In the C way of doing things (which is also relevant to C++) you generally need to keep a record of how long your array is:
BYTE *res;
int len = 100
res = (BYTE *)realloc(res, (byte_len(len)));
len += 2;
res = (BYTE *)realloc(res, (byte_len(len)));
An alternative in the C++ way of doing things s to use the std::vector container class; a vector has the ability to manage the length of the array by itself, and also deals with the issues of memory management..
EDIT: as others have pointed out the use of realloc here is incorrect as it will lead to memory leaks, this just deals with keeping track of the length. You should probably accept one of the other replies as the best answer
Given the information you seem to have available, there is no way to do what you want. When you are working with arrays allocated on the heap, you need to save the size somewhere if you need to work with it again. Neither new nor malloc will do this for you.
Now, if you have the number of items in the array saved somewhere, you can do this to get the total size in characters, which is the unit that realloc works with. The code would look like this:
size_t array_memsize = elems_in_array * sizeof(BYTE);
If you are really working with C++ and not C I would strongly suggest that you use the vector template for this instead of going to malloc and realloc. The vector template is fast and not anywhere near as error prone as rolling your own memory management. In addition, it tracks the size for you.

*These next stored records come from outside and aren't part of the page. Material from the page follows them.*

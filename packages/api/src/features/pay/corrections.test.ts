import type TestAgent from 'supertest/lib/agent.js';
import { beforeAll, expect, test } from 'vitest';
import type { PayWeekDto, StatementDto } from '@driprail/shared/contracts/pay.contract';
import { OutboxMail } from '../../db/models/index.ts';
import { useApp } from '../../testing/app.ts';
import { aCompany, first } from '../../testing/company.ts';
import type { TestCompany } from '../../testing/company.ts';
import { payWeeks } from '../../testing/pay-weeks.ts';

const app = useApp();
let company: TestCompany;
let owner: TestAgent;
beforeAll(async () => {
  company = await aCompany(app);
  owner = await company.owner();
});

const read = (day: string) => payWeeks(owner).read(day);
const lockWeek = (day: string) => payWeeks(owner).lock(day);
const clock = (startedAt: string, endedAt: string) =>
  owner
    .post('/api/clock/entries')
    .send({
      personId: company.people.sefa.id,
      visitId: null,
      kind: 'shop',
      startedAt,
      endedAt,
      isInterrupted: false,
      reason: 'Forgot to clock in',
    })
    .expect(200);

test('time written down after the lock shows as a difference until a correction that names the line makes it up', async () => {
  const personId = company.people.sefa.id;
  const hourly = { kind: 'hourly', personId, serviceId: null, clockKind: null, value: '20', startsOn: '2026-01-01' };
  await owner.post('/api/pay/rates').send(hourly).expect(200);
  await clock('2026-05-04T13:00:00Z', '2026-05-04T15:00:00Z');
  await lockWeek('2026-05-04');
  await clock('2026-05-05T13:00:00Z', '2026-05-05T14:30:00Z');

  const mails = await OutboxMail.findAll();
  expect(mails.map((mail) => mail.recipient)).toEqual(['sefa@ternandtide.example']);
  expect(first(mails).body).toContain(`/statements/2026-05-04/${personId}`);
  expect(first(mails).body).not.toMatch(/\d\.\d\d/);

  const locked = await read('2026-05-04');
  // 2 h at 20.00 was locked; 3.5 h at 20.00 would be 70.00 (arithmetic).
  expect(first(locked.people).totals.gross).toBe(4000);
  expect(locked.lateDifferences).toEqual([
    { personId, name: 'Sefa Lund', lockedCents: 4000, nowCents: 7000, correctedCents: 0 },
  ]);

  const [key, lineId] = first(Object.entries(locked.lineIds));
  const correction = {
    personId,
    kind: 'correction',
    amountCents: 3000,
    reason: 'Shop time of May 5',
    correctsLineId: lineId,
  };
  const open = await owner.post('/api/pay/weeks/2026-05-11/adjustments').send(correction).expect(200);
  const named = { startsOn: '2026-05-04', number: 19, label: 'Hours by the clock', position: 0 };
  expect((open.body as PayWeekDto).correctedLines[lineId]).toEqual({
    ...named,
    key: key.split(':').slice(1).join(':'),
  });
  expect((await read('2026-05-04')).lateDifferences).toEqual([]);

  app.time.now = '2026-05-18T12:00:00Z';
  await lockWeek('2026-05-11');
  const sefa = await company.sefa();
  const statement = (await sefa.get(`/api/pay/statements/2026-05-11/${personId}`).expect(200)).body as StatementDto;
  expect(statement.correctedLines[lineId]).toMatchObject(named);
  const { weeks } = (await owner.get('/api/pay/weeks').expect(200)).body as { weeks: PayWeekDto['week'][] };
  expect(weeks.find((week) => week.startsOn === '2026-05-04')).toMatchObject({
    grossCents: 4000,
    tipCents: 0,
    salesCents: 0,
  });
});

test('a warning’s entry says when it began', async () => {
  app.time.now = '2026-05-20T13:00:00Z';
  const sefa = await company.sefa();
  const start = { key: '0b0e7c57-3a5c-4b8e-9d0c-0d8f5a0c9a11', action: 'start', kind: 'shop', deviceAt: app.time.now };
  await sefa.post('/api/clock/actions').send(start).expect(200);
  app.time.now = '2026-05-20T14:00:00Z';
  const week = await read('2026-05-18');
  const warning = first(first(week.people).warnings);
  expect(warning.code).toBe('open_entry');
  expect(week.warningTimes).toEqual({ [warning.entryId ?? '']: '2026-05-20T13:00:00.000Z' });
});
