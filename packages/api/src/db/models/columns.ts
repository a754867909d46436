import { DataTypes } from 'sequelize';
import type { ProgressAction } from '@driprail/shared/domain/board/progress';
import type { StampedTimes } from '@driprail/shared/domain/time/device';

/** Half-open span of instants as Sequelize takes it; it hands back bounds with their inclusion. */
export type PlannedRange = [Date | { value: Date; inclusive: boolean }, Date | { value: Date; inclusive: boolean }];

export function rangeOf(from: string, to: string): PlannedRange {
  return [new Date(from), new Date(to)];
}

/** The two instants of a stored range, ISO. */
export function spanOf(range: PlannedRange): { from: string; to: string } {
  const [from, to] = range.map((bound) => (bound instanceof Date ? bound : bound.value).toISOString());
  return { from: from ?? '', to: to ?? '' };
}

export interface AcceptedWarning {
  key: string;
  code: string;
  reason: string;
  by: string;
  at: string;
}

export type VisitEventKind = ProgressAction | 'undo' | 'trouble' | 'plan';

/** The columns of when a press was made: by the device, at the server, and corrected. New ones for each model, which changes them. */
export const stampColumns = () => ({
  deviceAt: { type: DataTypes.DATE, allowNull: false },
  receivedAt: { type: DataTypes.DATE, allowNull: false },
  occurredAt: { type: DataTypes.DATE, allowNull: false },
  isCorrected: { type: DataTypes.BOOLEAN },
});

/** A press's times as those columns hold them. */
export function stampOf(times: StampedTimes) {
  return {
    deviceAt: new Date(times.deviceAt),
    receivedAt: new Date(times.receivedAt),
    occurredAt: new Date(times.occurredAt),
    isCorrected: times.isCorrected,
  };
}
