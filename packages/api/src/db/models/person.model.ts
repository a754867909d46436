import { DataTypes, Model } from 'sequelize';
import type { CreationOptional, InferAttributes, InferCreationAttributes, Sequelize } from 'sequelize';

export class Person extends Model<InferAttributes<Person>, InferCreationAttributes<Person>> {
  declare id: string;
  declare name: string;
  declare phone: CreationOptional<string>;
  declare skills: CreationOptional<string[]>;
  declare isTrainee: CreationOptional<boolean>;
  declare isActive: CreationOptional<boolean>;
  declare version: CreationOptional<number>;
}

export function initPerson(sequelize: Sequelize): void {
  Person.init(
    {
      id: { type: DataTypes.UUID, primaryKey: true },
      name: { type: DataTypes.TEXT, allowNull: false },
      phone: { type: DataTypes.TEXT },
      skills: { type: DataTypes.ARRAY(DataTypes.TEXT) },
      isTrainee: { type: DataTypes.BOOLEAN },
      isActive: { type: DataTypes.BOOLEAN },
      version: { type: DataTypes.INTEGER },
    },
    { sequelize, modelName: 'Person', tableName: 'people', underscored: true, timestamps: false },
  );
}
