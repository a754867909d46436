import { DataTypes, Model } from 'sequelize';
import type { CreationOptional, InferAttributes, InferCreationAttributes, Sequelize } from 'sequelize';
import type { TaxClass } from '@driprail/shared/domain/billing/tax-rates';
import type { PhotoSet } from '@driprail/shared/domain/walk-round/views';

export class Service extends Model<InferAttributes<Service>, InferCreationAttributes<Service>> {
  declare id: string;
  declare name: string;
  declare kind: 'package' | 'single' | 'add_on';
  declare description: CreationOptional<string>;
  declare skills: CreationOptional<string[]>;
  declare equipment: CreationOptional<string[]>;
  declare photoSet: CreationOptional<PhotoSet>;
  declare taxClass: CreationOptional<TaxClass>;
  declare isActive: CreationOptional<boolean>;
  declare position: CreationOptional<number>;
  declare version: CreationOptional<number>;
}

export function initService(sequelize: Sequelize): void {
  Service.init(
    {
      id: { type: DataTypes.UUID, primaryKey: true },
      name: { type: DataTypes.TEXT, allowNull: false },
      kind: { type: DataTypes.TEXT, allowNull: false },
      description: { type: DataTypes.TEXT },
      skills: { type: DataTypes.ARRAY(DataTypes.TEXT) },
      equipment: { type: DataTypes.ARRAY(DataTypes.TEXT) },
      photoSet: { type: DataTypes.TEXT },
      taxClass: { type: DataTypes.TEXT },
      isActive: { type: DataTypes.BOOLEAN },
      position: { type: DataTypes.INTEGER },
      version: { type: DataTypes.INTEGER },
    },
    { sequelize, modelName: 'Service', tableName: 'services', underscored: true, timestamps: false },
  );
}
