import { DataTypes, Model } from 'sequelize';
import type { CreationOptional, InferAttributes, InferCreationAttributes, Sequelize } from 'sequelize';
import type { Drain, WashWater } from '@driprail/shared/domain/customer/place-facts';

export class Address extends Model<InferAttributes<Address>, InferCreationAttributes<Address>> {
  declare id: string;
  declare customerId: string;
  declare label: CreationOptional<string>;
  declare line: string;
  declare city: CreationOptional<string>;
  declare postcode: CreationOptional<string>;
  declare area: CreationOptional<string>;
  declare lat: CreationOptional<number | null>;
  declare lng: CreationOptional<number | null>;
  declare gateCode: CreationOptional<string>;
  declare accessNotes: CreationOptional<string>;
  declare hasWater: CreationOptional<boolean>;
  declare hasPower: CreationOptional<boolean>;
  declare hasDog: CreationOptional<boolean>;
  declare shutsGate: CreationOptional<boolean>;
  declare drain: CreationOptional<Drain>;
  declare washWater: CreationOptional<WashWater | null>;
  declare permitNumber: CreationOptional<string>;
  declare permitUntil: CreationOptional<string | null>;
  declare ownerConsentBy: CreationOptional<string>;
  declare ownerConsentOn: CreationOptional<string | null>;
  declare takesKey: CreationOptional<boolean>;
  declare keyGoesBack: CreationOptional<string>;
  declare mustKnow: CreationOptional<string>;
  declare position: CreationOptional<number>;
  declare isActive: CreationOptional<boolean>;
}

export function initAddress(sequelize: Sequelize): void {
  Address.init(
    {
      id: { type: DataTypes.UUID, primaryKey: true },
      customerId: { type: DataTypes.UUID, allowNull: false },
      label: { type: DataTypes.TEXT },
      line: { type: DataTypes.TEXT, allowNull: false },
      city: { type: DataTypes.TEXT },
      postcode: { type: DataTypes.TEXT },
      area: { type: DataTypes.TEXT },
      lat: { type: DataTypes.DOUBLE, allowNull: true },
      lng: { type: DataTypes.DOUBLE, allowNull: true },
      gateCode: { type: DataTypes.TEXT },
      accessNotes: { type: DataTypes.TEXT },
      hasWater: { type: DataTypes.BOOLEAN },
      hasPower: { type: DataTypes.BOOLEAN },
      hasDog: { type: DataTypes.BOOLEAN },
      shutsGate: { type: DataTypes.BOOLEAN },
      drain: { type: DataTypes.TEXT },
      washWater: { type: DataTypes.TEXT, allowNull: true },
      permitNumber: { type: DataTypes.TEXT },
      permitUntil: { type: DataTypes.DATEONLY, allowNull: true },
      ownerConsentBy: { type: DataTypes.TEXT },
      ownerConsentOn: { type: DataTypes.DATEONLY, allowNull: true },
      takesKey: { type: DataTypes.BOOLEAN },
      keyGoesBack: { type: DataTypes.TEXT },
      mustKnow: { type: DataTypes.TEXT },
      position: { type: DataTypes.INTEGER },
      isActive: { type: DataTypes.BOOLEAN },
    },
    { sequelize, modelName: 'Address', tableName: 'addresses', underscored: true, timestamps: false },
  );
}
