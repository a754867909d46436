import { DataTypes, Model } from 'sequelize';
import type { CreationOptional, InferAttributes, InferCreationAttributes, Sequelize } from 'sequelize';

export class LoginLink extends Model<InferAttributes<LoginLink>, InferCreationAttributes<LoginLink>> {
  declare id: string;
  declare userId: string;
  declare kind: 'invitation' | 'reset';
  declare tokenHash: string;
  declare expiresAt: Date;
  declare usedAt: CreationOptional<Date | null>;
}

export function initLoginLink(sequelize: Sequelize): void {
  LoginLink.init(
    {
      id: { type: DataTypes.UUID, primaryKey: true },
      userId: { type: DataTypes.UUID, allowNull: false },
      kind: { type: DataTypes.TEXT, allowNull: false },
      tokenHash: { type: DataTypes.TEXT, allowNull: false },
      expiresAt: { type: DataTypes.DATE, allowNull: false },
      usedAt: { type: DataTypes.DATE, allowNull: true },
    },
    { sequelize, modelName: 'LoginLink', tableName: 'login_links', underscored: true, timestamps: false },
  );
}
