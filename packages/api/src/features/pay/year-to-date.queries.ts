import type { Transaction } from 'sequelize';
import type { YearToDate } from '@driprail/shared/contracts/pay.contract';
import { exact, sum } from '@driprail/shared/domain/money/exact';
import type { PersonWeek } from '@driprail/shared/domain/pay/pay-week.types';
import type { PayWeek } from '../../db/models/index.ts';
import { select } from '../../db/sequelize.ts';

type Week = Pick<PersonWeek, 'personId' | 'hoursWorked' | 'totals'>;

/**
 * What people's locked weeks of the year came to, up to and with this one; a week belongs to the year in which it
 * ends. While this week is open its figures as they stand are added.
 * @returns by person
 */
export async function yearsToDate(
  week: PayWeek,
  people: readonly PersonWeek[],
  tx?: Transaction,
): Promise<Record<string, YearToDate>> {
  if (people.length === 0) return {};
  const year = Number(week.endsOn.slice(0, 4));
  const rows = await select<{ summary: Week }>(
    `SELECT s.summary FROM pay_statements s JOIN pay_weeks w ON w.id = s.pay_week_id
      WHERE s.person_id IN (:ids) AND w.state = 'locked' AND w.ends_on >= :from AND w.starts_on < :startsOn`,
    { ids: people.map((person) => person.personId), from: `${year}-01-01`, startsOn: week.startsOn },
    tx,
  );
  const earlier = rows.map((row) => row.summary);
  return Object.fromEntries(
    people.map((person) => {
      const weeks: Week[] = [...earlier.filter((one) => one.personId === person.personId), person];
      return [person.personId, addedUp(year, weeks)];
    }),
  );
}

function addedUp(year: number, weeks: readonly Week[]): YearToDate {
  const total = (of: (totals: Week['totals']) => number): number => weeks.reduce((all, one) => all + of(one.totals), 0);
  return {
    year,
    weeks: weeks.length,
    hours: sum(weeks.map((one) => exact(one.hoursWorked))).toFraction(),
    grossCents: total((totals) => totals.gross),
    tipCents: total((totals) => totals.tips),
    overtimePremiumCents: total((totals) => totals.overtimePremium),
  };
}
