import { DataTypes, Model } from 'sequelize';
import type { CreationOptional, InferAttributes, InferCreationAttributes, Sequelize } from 'sequelize';

export class MessageSettings extends Model<InferAttributes<MessageSettings>, InferCreationAttributes<MessageSettings>> {
  declare id: CreationOptional<number>;
  declare quietFrom: CreationOptional<string>;
  declare quietTo: CreationOptional<string>;
  declare reminderAt: CreationOptional<string>;
  declare feedbackHours: CreationOptional<number>;
  declare version: CreationOptional<number>;
}

export function initMessageSettings(sequelize: Sequelize): void {
  MessageSettings.init(
    {
      id: { type: DataTypes.INTEGER, primaryKey: true },
      quietFrom: { type: DataTypes.TEXT },
      quietTo: { type: DataTypes.TEXT },
      reminderAt: { type: DataTypes.TEXT },
      feedbackHours: { type: DataTypes.INTEGER },
      version: { type: DataTypes.INTEGER },
    },
    { sequelize, modelName: 'MessageSettings', tableName: 'message_settings', underscored: true, timestamps: false },
  );
}
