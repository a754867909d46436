import { DataTypes, Model } from 'sequelize';
import type { CreationOptional, InferAttributes, InferCreationAttributes, Sequelize } from 'sequelize';
import type { ClockKindName } from '@driprail/shared/domain/time/clock-kinds';

export class ClockEntry extends Model<InferAttributes<ClockEntry>, InferCreationAttributes<ClockEntry>> {
  declare id: string;
  declare personId: string;
  declare kind: ClockKindName;
  declare visitId: CreationOptional<string | null>;
  declare startedAt: Date;
  declare endedAt: CreationOptional<Date | null>;
  declare isInterrupted: CreationOptional<boolean>;
  declare isCorrected: CreationOptional<boolean>;
  declare note: CreationOptional<string>;
  declare version: CreationOptional<number>;
}

export function initClockEntry(sequelize: Sequelize): void {
  ClockEntry.init(
    {
      id: { type: DataTypes.UUID, primaryKey: true },
      personId: { type: DataTypes.UUID, allowNull: false },
      kind: { type: DataTypes.TEXT, allowNull: false },
      visitId: { type: DataTypes.UUID, allowNull: true },
      startedAt: { type: DataTypes.DATE, allowNull: false },
      endedAt: { type: DataTypes.DATE, allowNull: true },
      isInterrupted: { type: DataTypes.BOOLEAN },
      isCorrected: { type: DataTypes.BOOLEAN },
      note: { type: DataTypes.TEXT },
      version: { type: DataTypes.INTEGER },
    },
    { sequelize, modelName: 'ClockEntry', tableName: 'clock_entries', underscored: true, timestamps: false },
  );
}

When you allocate the pointer initially you also need to keep track of the length:
size_t bufSize = 100;
BYTE* buf = malloc(sizeof(BYTE ) * bufSize);
When you re-allocate you should be carefull with the re-alloc:
BYTE* temp = realloc(buf,sizeof(BYTE ) * (bufSize+2));
if (temp != NULL)
{
bufSize += 2;
buf = temp;
}
If it is a local variable allocated on the stack you can calculate it like this:
BYTE array[] = { 10, 20, 30, ... };
size_t lenght = sizeof(array) / sizeof(BYTE);
If you receive a pointer to the beginning of the array or you allocate it dynamically(on the heap), you need to keep the length as well as the pointer.
EDIT: I also advise you use STL vector for such needs because it already implements dynamic array semantics.